Kripto varlıkların Türkiye'de söz konusu olabilecek vergi türleri, vergi oranı mekanizması Türkiye, henüz özel bir kripto varlık vergi yasası oluşturmasa da, mevcut kurumlar vergisi, gelir vergisi, katma değer vergisi ve damga vergisi gibi genel vergi türleri, yasal mantık ve uygulanabilirlik açısından genişletilebilirlik göstermektedir. Diğer bir deyişle, bu mevcut vergi sistemleri, hükümetin gelecekteki geçiş döneminde muhtemel bir kripto vergi yolu olarak seçebileceği yollar olabilir. Özellikle: Kurumlar vergisi ve gelir vergisi, kripto varlıkların yatırım kazançları ve işlem farkı gelirleri ile ilişkilendirilebilir; katma değer vergisi, platform hizmet ücreti, saklama ücreti ve aracılık hizmetleri gibi senaryolar için uygulanabilir; damga vergisi ise imzalanan sözleşmeler, saklama anlaşmaları ve teminat belgeleri gibi kripto ile ilgili yasal belgelerle potansiyel bir ilişki içindedir. Aşağıdaki tablo, Türkiye Vergi Dairesi (GİB) ve resmi gazete (Resmî Gazete) orijinal belgelerine dayanarak, her vergi türünün temel uygulanabilir alanını, vergi oranını ve resmi kaynağını göstermektedir. 4.1 Kurumlar Vergisi (Kurumlar Vergisi) Eğer bir işletme kripto para ticareti aracılığı, saklama, ödeme altyapısı veya piyasa yapıcılığı yapıyorsa, işletme gelirleri, kurumlar vergisi oranında vergiye tabi kar olarak değerlendirilebilir. Gelecekte Türkiye, sanal varlık ticaret platformunu resmi olarak CMB lisans sistemi içine alırsa, bu vergi kalemi, kripto işletmelerinin uyumlu vergi ödemeleri için temel bir dayanak olacaktır. 4.2 Gelir Vergisi (Gelir Vergisi) Bireysel yatırımcılar, kripto para ticareti yoluyla fiyat farkı geliri elde ederse, özel bir düzenleme yoksa, bu gelir sermaye kazancı olarak bireysel gelir vergisi kapsamına alınabilir. 4.3 Katma Değer Vergisi (Katma Değer Vergisi, KDV) Aracılık, saklama, danışmanlık veya platform işletim hizmetleri sunan kuruluşlar, aldıkları hizmet ücreti, işlem ücreti gibi bedeller vergiye tabi hizmet olarak değerlendirilebilir ve %20 vergi oranında beyan edilmesi gerekebilir.
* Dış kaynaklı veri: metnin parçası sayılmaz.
def _path_of(arm: Arm, ev: ArmEvaluation | None, a: str, b: str) -> Any:
    """The joint path of move a -> b for the configurations chosen now (None when none)."""
    if ev is None or a not in ev.target_ids or b not in ev.target_ids:
        return None
    ends = []
    for tid in (a, b):
        i = ev.index(tid)
        ch = int(ev.chosen[i])
        if ch < 0:
            return None
        ends.append(ev.ik.q_deg[i, ch])
    path = joint_path(arm, ends[0], ends[1])
    return path if path.allowed else None


def fixture_near(arm: Arm, bound: float, outline) -> bool:
    """Whether a fixture outline comes within ``bound`` of the arm's base (box test)."""
    xy = np.asarray(outline, dtype=float)
    lo, hi = xy.min(axis=0), xy.max(axis=0)
    dx = max(lo[0] - arm.x, 0.0, arm.x - hi[0])
    dy = max(lo[1] - arm.y, 0.0, arm.y - hi[1])
    return math.hypot(dx, dy) <= bound


def _box(outline) -> tuple[float, float, float, float]:
    xy = np.asarray(outline, dtype=float)
    lo, hi = xy.min(axis=0), xy.max(axis=0)
    return float(lo[0]), float(lo[1]), float(hi[0]), float(hi[1])


# ------------------------------------------------------------------------- notes


@dataclass(frozen=True)
class Note:
    """A text note of the clearance drawings, placed beside a world box.

    Attributes
    ----------
    key : tuple
        Identity between refreshes.
    text : str
    tag : str
        Scene tag ("collision.label:<fixture>", "overlay.<kind>.note:...").
    edge : str
        Hex colour of the dashed border.
    box : tuple of float
        World box (x0, y0, x1, y1) the note belongs to (a point when x0 == x1, y0 == y1).
    priority : int
        Lower is placed first (gets the best spot).
    """

    key: tuple
    text: str
    tag: str
    edge: str
    box: tuple[float, float, float, float]
    priority: int = 5
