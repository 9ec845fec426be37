"""Page arithmetic of the review sheet against the drawing standards.

ISO 216: A4 210 x 297, A3 297 x 420, A2 420 x 594, A1 594 x 841 mm. ISO 5455
recommended scales: 50:1, 20:1, 10:1, 5:1, 2:1, 1:1, 1:2, 1:5, 1:10, 1:20, 1:50, 1:100,
1:200, 1:500, 1:1000 (and on by tens). ISO 5457: a 20 mm filing margin at the left,
10 mm elsewhere. ISO 7200: title block 180 mm wide.
"""

from __future__ import annotations

import numpy as np
import pytest

from app.sheet.layout import (
    SCALES,
    TITLE_FIELDS,
    TITLE_W,
    Box,
    fit_scale,
    paginate,
    paper_size,
    parse_scale,
    place_labels,
    plan_mapping,
    scale_bar,
    sheet_frame,
    split_drawing,
)

ISO_216 = {"A4": (210, 297), "A3": (297, 420), "A2": (420, 594), "A1": (594, 841)}
ISO_5455 = ["50:1", "20:1", "10:1", "5:1", "2:1", "1:1", "1:2", "1:5", "1:10", "1:20", "1:50",
            "1:100", "1:200", "1:500", "1:1000"]  # fmt: skip


@pytest.mark.parametrize("paper", ISO_216)
def test_paper_sizes_are_iso_216(paper):
    w, h = ISO_216[paper]
    assert paper_size(paper, "portrait") == (w, h)
    assert paper_size(paper, "landscape") == (h, w)


def test_scales_are_the_iso_5455_series_in_order():
    names = [s.text for s in SCALES]
    assert names[: len(ISO_5455)] == ISO_5455
    assert [s.ratio for s in SCALES] == sorted((s.ratio for s in SCALES), reverse=True)
    assert parse_scale("1:10").ratio == 0.1 and parse_scale(" 1 : 20 ").world == 20
    with pytest.raises(ValueError, match='scale must be one of "fit", "50:1"'):
        parse_scale("1:3")


@pytest.mark.parametrize(
    ("extent", "area", "expected"),
    [
        ((1400.0, 1400.0), (150.0, 150.0), "1:10"),  # 140 mm fits 150
        ((1400.0, 1400.0), (139.0, 150.0), "1:20"),  # 140 mm does not fit 139
        ((20.0, 5.0), (250.0, 200.0), "10:1"),
        ((5.0e5, 1.0e5), (250.0, 200.0), "1:2000"),
    ],
)
def test_fit_picks_the_largest_standard_scale_that_fits(extent, area, expected):
    s = fit_scale(extent, area)
    assert s.text == expected
    assert extent[0] * s.ratio <= area[0] and extent[1] * s.ratio <= area[1]
    larger = SCALES[SCALES.index(s) - 1]
    assert extent[0] * larger.ratio > area[0] or extent[1] * larger.ratio > area[1]


def test_mapping_is_true_to_scale_and_y_up():
    m = plan_mapping((-700.0, 700.0, -700.0, 700.0), Box(0, 0, 200, 160), 1.0, parse_scale("1:10"))
    (x0, y0), (x1, y1) = m.to_paper(-700, -700), m.to_paper(700, 700)
    assert x1 - x0 == pytest.approx(140.0) and y0 - y1 == pytest.approx(140.0)  # y up
    # An inch cell: 1 in = 25.4 mm (exact), so 10 in at 1:1 is 254 mm on paper.
    inch = plan_mapping((0, 10, 0, 1), Box(0, 0, 300, 100), 25.4, parse_scale("1:1"))
    assert inch.to_paper(10, 0)[0] - inch.to_paper(0, 0)[0] == pytest.approx(254.0)


@pytest.mark.parametrize("paper", ISO_216)
@pytest.mark.parametrize("orientation", ["landscape", "portrait"])
def test_frame_margins_and_title_block(paper, orientation):
    f = sheet_frame(paper, orientation)
    assert (f.border.x, f.border.y) == (20.0, 10.0)  # ISO 5457
    assert f.width - f.border.right == 10.0 and f.height - f.border.bottom == 10.0
    assert f.title.w == TITLE_W == 180.0 and f.title.right == f.border.right
    assert f.title.bottom == f.border.bottom
    parts = split_drawing(f)
    for name in ("drawing", "plan", "strip", "side"):
        b = parts[name]
        assert f.border.contains(b.x, b.y) and f.border.contains(b.right, b.bottom), name
        assert b.bottom <= f.caution.y + 1e-9 or b.right <= f.caution.x, name
    # Every title field lies inside the block and none overlap.
    boxes = [b for _k, b in TITLE_FIELDS]
    assert all(b.right <= 180.0 and b.bottom <= f.title.h for b in boxes)
    for i, a in enumerate(boxes):
        for b in boxes[i + 1 :]:
            assert a.right <= b.x or b.right <= a.x or a.bottom <= b.y or b.bottom <= a.y


def test_scale_bar_is_round_and_fits():
    for k in (0.05, 0.1, 0.2, 1.0, 2.54):
        length, parts = scale_bar(k, 80.0)
        assert 80.0 / 2.5 <= length * k <= 80.0
        assert f"{length:e}"[0] in "125" and parts in (4, 5)


def test_pages_take_rows_in_order_without_loss():
    heights = [3.0, 3.0, 6.0, 3.0] * 20
    pages = paginate(heights, 20.0, 50.0)
    assert pages[0][0] == 0 and pages[-1][1] == len(heights)
    assert all(a[1] == b[0] for a, b in zip(pages, pages[1:]))
    assert sum(heights[slice(*pages[0])]) <= 20.0
    assert all(sum(heights[a:b]) <= 50.0 for a, b in pages[1:])


def test_labels_never_overlap_markers_or_each_other():
    rng = np.random.default_rng(3)
    anchors = rng.uniform(20, 180, size=(120, 2))
    sizes = np.column_stack([rng.uniform(4, 10, 120), np.full(120, 2.0)])
    blocked = np.column_stack([anchors - 1.5, anchors + 1.5])
    spots = place_labels(anchors, sizes, blocked, Box(0, 0, 200, 200), 2.0)
    boxes = [(x, y, x + w, y + h) for s, (w, h) in zip(spots, sizes) if s for x, y in [s]]
    assert len(boxes) > 40
    for i, a in enumerate(boxes):
        for b in [*boxes[i + 1 :], *map(tuple, blocked)]:
            overlap = min(a[2], b[2]) - max(a[0], b[0]), min(a[3], b[3]) - max(a[1], b[1])
            assert overlap[0] <= 1e-6 or overlap[1] <= 1e-6
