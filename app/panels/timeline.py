"""The timeline: the arms' cycles over time, played, paused and scrubbed.

On the left, the controls (play / pause, a scrub slider, the time readout, the playback
speed, a jump to the first contact between arms) and the cycle times in words: per
sequence its cycle time, parts per minute, the best time with one configuration
throughout and the targets that force a change, its slowest move; then how close the
arms come and which shared zones they occupy at the same time (:mod:`kinematics.wording`).

On the right, plots sharing one time axis (seconds from the start of the run, each arm at
its own ``start_s``, over the horizon the arms were checked over):

* lanes: per sequence its dwells and moves as bars (the slowest move outlined thick and
  labelled), per shared zone one lane per arm with the times it is inside, and where
  the two arms are inside at once a cross-hatched overlap bar across both lanes;
* for the sequence chosen in the list: q1 and q2 (q1 solid, q2 dashed) with the joint
  limits (q1 dash-dot, q2 dotted, labelled), and the joint speeds with the speed limits.

The current time is a cursor line in every plot; dragging it (or clicking a plot, or the
slider) scrubs. Everything comes from the document's playback clock
(:mod:`app.playback`), whose run is taken only on load and when the changes pause;
while a drag steps the timeline says it is out of date.
"""

from __future__ import annotations

from dataclasses import dataclass
from typing import Any

import numpy as np
import pyqtgraph as pg
from PySide6.QtCore import QRectF, Qt
from PySide6.QtGui import QBrush, QColor, QFontMetricsF, QPainter, QPen
from PySide6.QtWidgets import (
    QComboBox,
    QDockWidget,
    QHBoxLayout,
    QLabel,
    QPushButton,
    QScrollArea,
    QSizePolicy,
    QSlider,
    QVBoxLayout,
    QWidget,
)

from app import style
from app.bind import EchoGuard
from app.canvas.qtstyle import PATTERNS, colour, cosmetic_pen
from app.document import Document
from app.playback import RATES, playback_clock
from kinematics.playback import (
    interval_overlaps,
    sample_times,
    segment_spans,
    sequence_runs,
    slowest_segment,
)
from kinematics.wording import (
    arm_contact_text,
    cycle_summary,
    seconds,
    separation_text,
    slowest_text,
    zone_overlap_text,
)

__all__ = ["Bar", "LanesItem", "TimelinePanel", "BAR_LOOKS", "OUT_OF_DATE", "NO_CYCLES"]

#: Shown while the document changes step by step (the run waits for the pause).
OUT_OF_DATE = "⟳ Out of date: the cell is changing; the timeline catches up when the changes pause"
#: Shown when no sequence has a cycle time.
NO_CYCLES = "No cycle times: no sequence of an arm with joint speeds and accelerations has a plan"

_SLIDER_STEPS = 2000
_AXIS_W = 128  # left axis width (pixels), the same in every plot so the times line up
_LANE_PX = 22
_CURVE_PX = 112
_CURVES = 900  # even samples per curve (plus every segment boundary)


def _argb(hex_rgb: str, alpha: float) -> str:
    return colour(hex_rgb, alpha).name(QColor.NameFormat.HexArgb)


def _bar_looks() -> dict[str, tuple[QPen, QBrush, str]]:
    ember, amber = style.PALETTE["ember"], style.PALETTE["amber"]
    return {
        "dwell": (
            cosmetic_pen(style.PALETTE["slate"], 1.0, "dot"),
            QBrush(colour(style.PALETTE["fog"], 0.55)),
            "dwell at a target (dotted edge)",
        ),
        "move": (
            cosmetic_pen(style.INK, 1.0),
            QBrush(colour(style.PALETTE["sky"], 0.55)),
            "move between targets",
        ),
        "slowest": (
            cosmetic_pen(style.INK, 2.6),
            QBrush(colour(style.PALETTE["lemon"], 0.9), PATTERNS["dense"]),
            "slowest move of the cycle (thick edge)",
        ),
        "inside": (
            cosmetic_pen(style.PALETTE["pine"], 1.2),
            QBrush(colour(style.PALETTE["pine"], 0.45), PATTERNS["vertical"]),
            "inside the shared zone (striped)",
        ),
        "overlap": (
            cosmetic_pen(ember, 2.4, "dash"),
            QBrush(colour(ember, 0.85), PATTERNS["cross"]),
            "both arms inside at once (cross-hatched)",
        ),
        "stale": (
            cosmetic_pen(amber, 1.0, "dash"),
            QBrush(colour(amber, 0.15)),
            "",
        ),
    }


#: Pen, brush and legend words of each kind of bar.
BAR_LOOKS = _bar_looks()


@dataclass(frozen=True)
class Bar:
    """One bar on the lanes: from ``t0`` to ``t1`` (seconds), centred on lane ``y`` and
    ``height`` lanes tall, drawn in ``look`` with an optional ``label`` (or the ``short``
    one where that does not fit); ``key`` says what it shows (for tests and tooltips)."""

    t0: float
    t1: float
    y: float
    height: float
    look: str
    label: str = ""
    key: tuple = ()
    short: str = ""
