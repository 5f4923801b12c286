// /api/templates/:id/copy — POST { version? }: copies that version (default: latest) into the signed-in
// quilter's own designs, remembering the version it came from → 201 { designId, templateVersionId }.
import type { APIRoute } from 'astro';
import { db } from '@server/db.ts';
import { json, problem, readJson } from '@server/http.ts';
import { requireUser } from '@server/auth/guards.ts';
import { copySchema } from '@server/templates/template.schema.ts';
import { findVersionById } from '@server/templates/template.repository.ts';
import { readTemplateDetail } from '@server/templates/templateDetail.ts';
import { copyVersionIntoDesigns } from '@server/templates/designSource.ts';
import { requestDesignDerive } from '@server/designs/designDerive.ts';

export const POST = (async ({ locals, params, request, url }) => {
  const signedIn = requireUser(locals);
  if (!signedIn.ok) return signedIn.error;
  const body = await readJson(request, copySchema);
  if (!body.ok) return body.error;
  const link = url.searchParams.get('link');
  const ref = link ? ({ by: 'link', token: link } as const) : ({ by: 'id', id: params['id'] } as const);
  const detail = await readTemplateDetail(db, signedIn.value.user, ref, body.value.version);
  if (!detail || detail.template.id !== params['id']) return problem(404, 'not_found', 'Not found.');
  const version = await findVersionById(db, detail.version.id);
  if (!version) return problem(404, 'not_found', 'Not found.');
  const copy = await copyVersionIntoDesigns(db, signedIn.value.user.id, version);
  if (copy.figuresPending) requestDesignDerive({ id: copy.id, owner_id: signedIn.value.user.id, version: copy.version });
  return json({ designId: copy.id, templateVersionId: version.id, version: version.version }, 201);
}) satisfies APIRoute;
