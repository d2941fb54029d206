// Format.cpp - `saltpan fmt` and `saltpan hash`: lays a spec's tokens out in the canonical layout.
//
// The parse tree says where items and blocks start; spacing is a rule on pairs of tokens.
// Token texts are copied, never re-printed. The lexer skips '#' comments, so they are read
// back from the gaps between tokens. Every result is re-lexed and re-parsed before it is
// returned: a layout that would change a token or the parse is a bug, not a diagnostic.
#include "Format.h"

#include "Parse.h"
#include "ParseInternal.h"

#include <cctype>
#include <map>
#include <stdexcept>

namespace saltpan {

using grammar::SaltpanLexer;
using grammar::SaltpanParser;

namespace {

using antlr4::ParserRuleContext;
using antlr4::tree::ParseTree;
using antlr4::tree::TerminalNode;

constexpr size_t none = SIZE_MAX;
constexpr int indentWidth = 2;
constexpr int continuationIndent = 4; // extra spaces on a line that continues an item
constexpr const char *trailingGap = "  "; // between code and a comment after it on its line

struct Comment {
  std::string text; // trailing blanks removed
  uint32_t begin = 0, end = 0;
};

struct Token {
  size_t type = 0;
  std::string text;
  uint32_t begin = 0, end = 0; // byte offsets
  TerminalNode *node = nullptr;
};

/// One lexed and parsed text; the parse tree points into the objects owned here.
struct Parsed {
  std::unique_ptr<antlr4::ANTLRInputStream> input;
  std::unique_ptr<SaltpanLexer> lexer;
  std::unique_ptr<antlr4::CommonTokenStream> stream;
  std::unique_ptr<SaltpanParser> parser;
  SaltpanParser::SpecContext *spec = nullptr;
  std::vector<Token> tokens; // default channel, without EOF
  std::vector<Comment> comments;
  std::map<const antlr4::Token *, size_t> position; // a token -> its place in `tokens`
  bool syntaxOk = false;
};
Detaylı kurallar çıkarıldığında, KDV işlem maliyetlerini önemli ölçüde etkileyen bir vergi türü olacaktır. 4.4 Damga Vergisi (Damga Vergisi) OTC ticareti, saklama işbirliği veya vekalet sözleşmeleri gibi durumlarda, belgeler hukuki geçerliliğe sahip ve tutarı belirtildiği sürece, teorik olarak damga vergisi yasasına göre vergilendirilmeleri gerekmektedir.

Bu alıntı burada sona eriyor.